David Kiferbaum, a Google business manager who worked at the company from 2015 to 2023, said he experienced pressure to recruit minorities after Damore was fired. He said he began hearing things like “We’re really looking for diverse candidates for this role,” which he took to mean “a non-white, a non-hetero” applicant.

“I was like, ‘Whoa, I can’t believe this person is saying this out loud,’ ” he said.

Maguire says at first, he supported initiatives to hire more diverse candidates—until he realized his colleagues were pushing to prioritize applicants’ race and gender over their qualifications for the jobs. He said a diversity working group at Google Ventures, which formed around the second half of 2017, started making “unreasonable demands.”

“The demands included the insistence that senior leaders hire at least two additional female general partners—which is the senior role I was promised I’d get once I reached three years with the company,” Maguire said. “One of those hires, the group demanded, needed to happen within six months. If leadership refused, about a quarter of the firm, or 20 people out of the 80 employees at Google Ventures, threatened to quit.”

Maguire says he believed hiring a female general partner was “a good goal, but they were trying to force a timeline that would ultimately lead to lowering standards. Hiring general partners into a venture firm is a very hard, laborious process, because the positions are so senior and require finding the right fit. The hiring process normally takes anywhere between one to two years.”

But, Maguire said, within a year Ventures’ CEO, “like all of the senior leadership across Google, proved to be spineless in the face of these employee threats.
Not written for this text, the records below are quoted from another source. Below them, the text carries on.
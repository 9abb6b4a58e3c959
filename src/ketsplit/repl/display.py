"""How the shell shows results and errors: 2-D or linear text, folding, colour.

Results are rendered by ``render/text.py`` (``pretty=True`` for 2-D Unicode
math, linear text folded to the terminal's width); this module only decides
the mode, folds outputs taller than the terminal allows and keeps the last
output whole for ``more`` (or F3).
"""

from __future__ import annotations

import shutil
from dataclasses import dataclass
from typing import Iterable, TextIO

from prompt_toolkit import print_formatted_text
from prompt_toolkit.formatted_text import FormattedText
from prompt_toolkit.output import create_output

from ..base.errors import InputError
from ..render.text import fitted_text, wrap_lines
from .lexer import shell_style

FOLD_LINES = 40


@dataclass(frozen=True)
class Mode:
    """Display settings: 2-D or linear, and how many lines show before folding."""

    pretty: bool = True
    fold: int = FOLD_LINES

    def toggled(self) -> "Mode":
        return Mode(not self.pretty, self.fold)

    @property
    def name(self) -> str:
        return "2-D" if self.pretty else "linear"


@dataclass(frozen=True)
class Folded:
    shown: str
    hidden: int   # lines left out


def fold(text: str, limit: int) -> Folded:
    """The first ``limit`` lines, if there are more than ``limit + 2`` (folding two
    lines away would save nothing)."""
    lines = text.split("\n")
    if limit <= 0 or len(lines) <= limit + 2:
        return Folded(text, 0)
    return Folded("\n".join(lines[:limit]), len(lines) - limit)


def results_text(results: Iterable, pretty: bool, width: int | None = None) -> str:
    """Results in 2-D when asked for and they fit ``width``; else linear text folded to it."""
    return "\n".join(fitted_text(r.report, pretty, width) for r in results)


def error_lines(err: InputError, width: int | None = None) -> list[tuple[str, str]]:
    """(style class, text) lines: the message (wrapped to ``width``), then the statement
    with a caret (never wrapped, so that the caret stays under its place)."""
    lines = [("class:error", wrap_lines(f"error: {err.message}", width))]
    caret = err.caret()
    if caret:
        source, marks = caret.split("\n", 1)
        lines += [("", source), ("class:caret", marks)]
    return lines


class Console:
    """Writes the shell's output to a stream, in colour when it is a terminal."""

    def __init__(self, stream: TextIO, colour: bool | None = None) -> None:
        self.stream = stream
        self.colour = stream.isatty() if colour is None else colour
        self._output = create_output(stream) if self.colour else None
        self._style = shell_style()

    @property
    def width(self) -> int | None:
        """Columns of the terminal, or None when the output is not one."""
        return shutil.get_terminal_size().columns if self.colour else None

    def line(self, text: str, style: str = "") -> None:
        if self._output is None or not style:
            self.stream.write(text + "\n")
            self.stream.flush()
            return
        print_formatted_text(FormattedText([(style, text)]), style=self._style,
                             output=self._output)

    def lines(self, styled: Iterable[tuple[str, str]]) -> None:
        for style, text in styled:
            self.line(text, style)

    def folded(self, text: str, mode: Mode) -> bool:
        """Print ``text`` folded to the mode's height; True when something was left out."""
        piece = fold(text, mode.fold)
        self.line(piece.shown)
        if piece.hidden:
            self.line(f"  … {piece.hidden} more lines folded: type 'more' (or press F3) "
                      "to see them whole", "class:folded")
        return bool(piece.hidden)
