class ProcessBackend:
    """Per-candidate evaluations in ``workers`` local worker processes (loky, joblib's process executor).

    The objective is pickled once and unpickled once per worker process (the
    executor's initializer). A worker that dies breaks the executor: a new one
    is started and the candidates that were out are evaluated again, one by
    one. An evaluation that exceeds ``timeout`` seconds is recorded as a
    timeout; the worker processes are then killed (with any program they
    started) and the other unfinished candidates are handed out again.
    """

    kind = "processes"

    def __init__(self, problem: Problem, workers: int = 1, timeout: Optional[float] = None):
        self.workers, self.timeout = max(1, int(workers)), timeout
        self.token = uuid.uuid4().hex
        self._payload = ship_problem(problem)
        self._executor = None
        self._broken = False

    def score(self, X: np.ndarray) -> list:
        return _run_tasks(self, X, self.timeout)

    # the pool interface of _run_tasks
    def capacity(self) -> int:
        return self.workers

    def _start(self) -> None:
        from joblib.externals.loky import ProcessPoolExecutor

        self._executor = ProcessPoolExecutor(
            max_workers=self.workers, initializer=_install, initargs=(self.token, self._payload)
        )
        self._broken = False
        if self.timeout is not None:
            self._warm_up()

    def _warm_up(self) -> None:
        """Wait until every worker process has started and unpickled the objective, so no clock runs during it."""
        from joblib.externals.loky import BrokenProcessPool

        seen = set()
        try:
            for _ in range(50):
                futures = [self._executor.submit(_ready, 0.02) for _ in range(self.workers)]
                seen.update(f.result(timeout=WORKER_WAIT) for f in futures)
                if len(seen) >= self.workers:
                    return
        except (BrokenProcessPool, *_timeout_errors()) as exc:
            self._discard()
            raise WorkerError(f"the worker processes could not start ({_first_line(exc)})") from None

    def _discard(self) -> None:
        executor, self._executor = self._executor, None
        if executor is not None:
            executor.shutdown(wait=True, kill_workers=True)

    def submit(self, rows: np.ndarray):
        from joblib.externals.loky import BrokenProcessPool
        from joblib.externals.loky.process_executor import ShutdownExecutorError

        for _ in range(2):
            if self._broken:
                self._discard()
            if self._executor is None:
                self._start()
            try:
                return self._executor.submit(_score_rows, self.token, rows)
            except (BrokenProcessPool, ShutdownExecutorError):  # broke before its futures told us
                self._broken = True
        raise WorkerError("the worker processes keep dying before they take any work")

    @staticmethod
    def wait(futures, timeout):
        import concurrent.futures

        done, _ = concurrent.futures.wait(futures, timeout=timeout, return_when=concurrent.futures.FIRST_COMPLETED)
        return done

    def result(self, future):
        from joblib.externals.loky import BrokenProcessPool
        from joblib.externals.loky.process_executor import ShutdownExecutorError

        exc = future.exception()
        if exc is None:
            return "ok", future.result()
        if isinstance(exc, (BrokenProcessPool, ShutdownExecutorError)):  # a pool broken by some worker's death
            self._broken = True
            return "crash", _exit_detail(exc)
        if isinstance(exc, _ObjectiveUnavailable):
            raise WorkerError(f"the worker processes cannot load the objective: {exc}")
        raise WorkerError(f"a worker process failed outside the objective: {_first_line(exc)}")

    def kill(self, expired, unfinished) -> None:
        self._discard()

    def reset(self, running) -> None:
        self._discard()

    def close(self) -> None:
        """Kill the worker processes (a later evaluation starts new ones)."""
        self._discard()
Within a year, he hired a new female general partner, who was really smart but who wasn’t qualified for the job. Because of her lack of experience, she was never treated on the same level as the other general partners, which I believe was ultimately unfair to her.”

“Meanwhile, over the next two years, I started to notice the dynamics of our team change. Instead of highly experienced founders and seasoned investors, young people from minority backgrounds were coming in with virtually no investment experience whatsoever,” Maguire recalled. “In this time, Ventures promoted a 25-year-old black woman to investment partner—the same position I held at the time—who had not yet made a single investment decision in her entire career.”

When asked for comment, a Google Ventures spokesperson told The Free Press: “These claims from Sequoia Capital Partner Shaun Maguire regarding his time at GV from 2016–2019 are baseless and factually inaccurate. GV’s decisions around hiring and promotion are solely based on merit and ability.”

Multiple ex-staffers told us they were expected to express their progressive bona fides in the workplace wherever possible.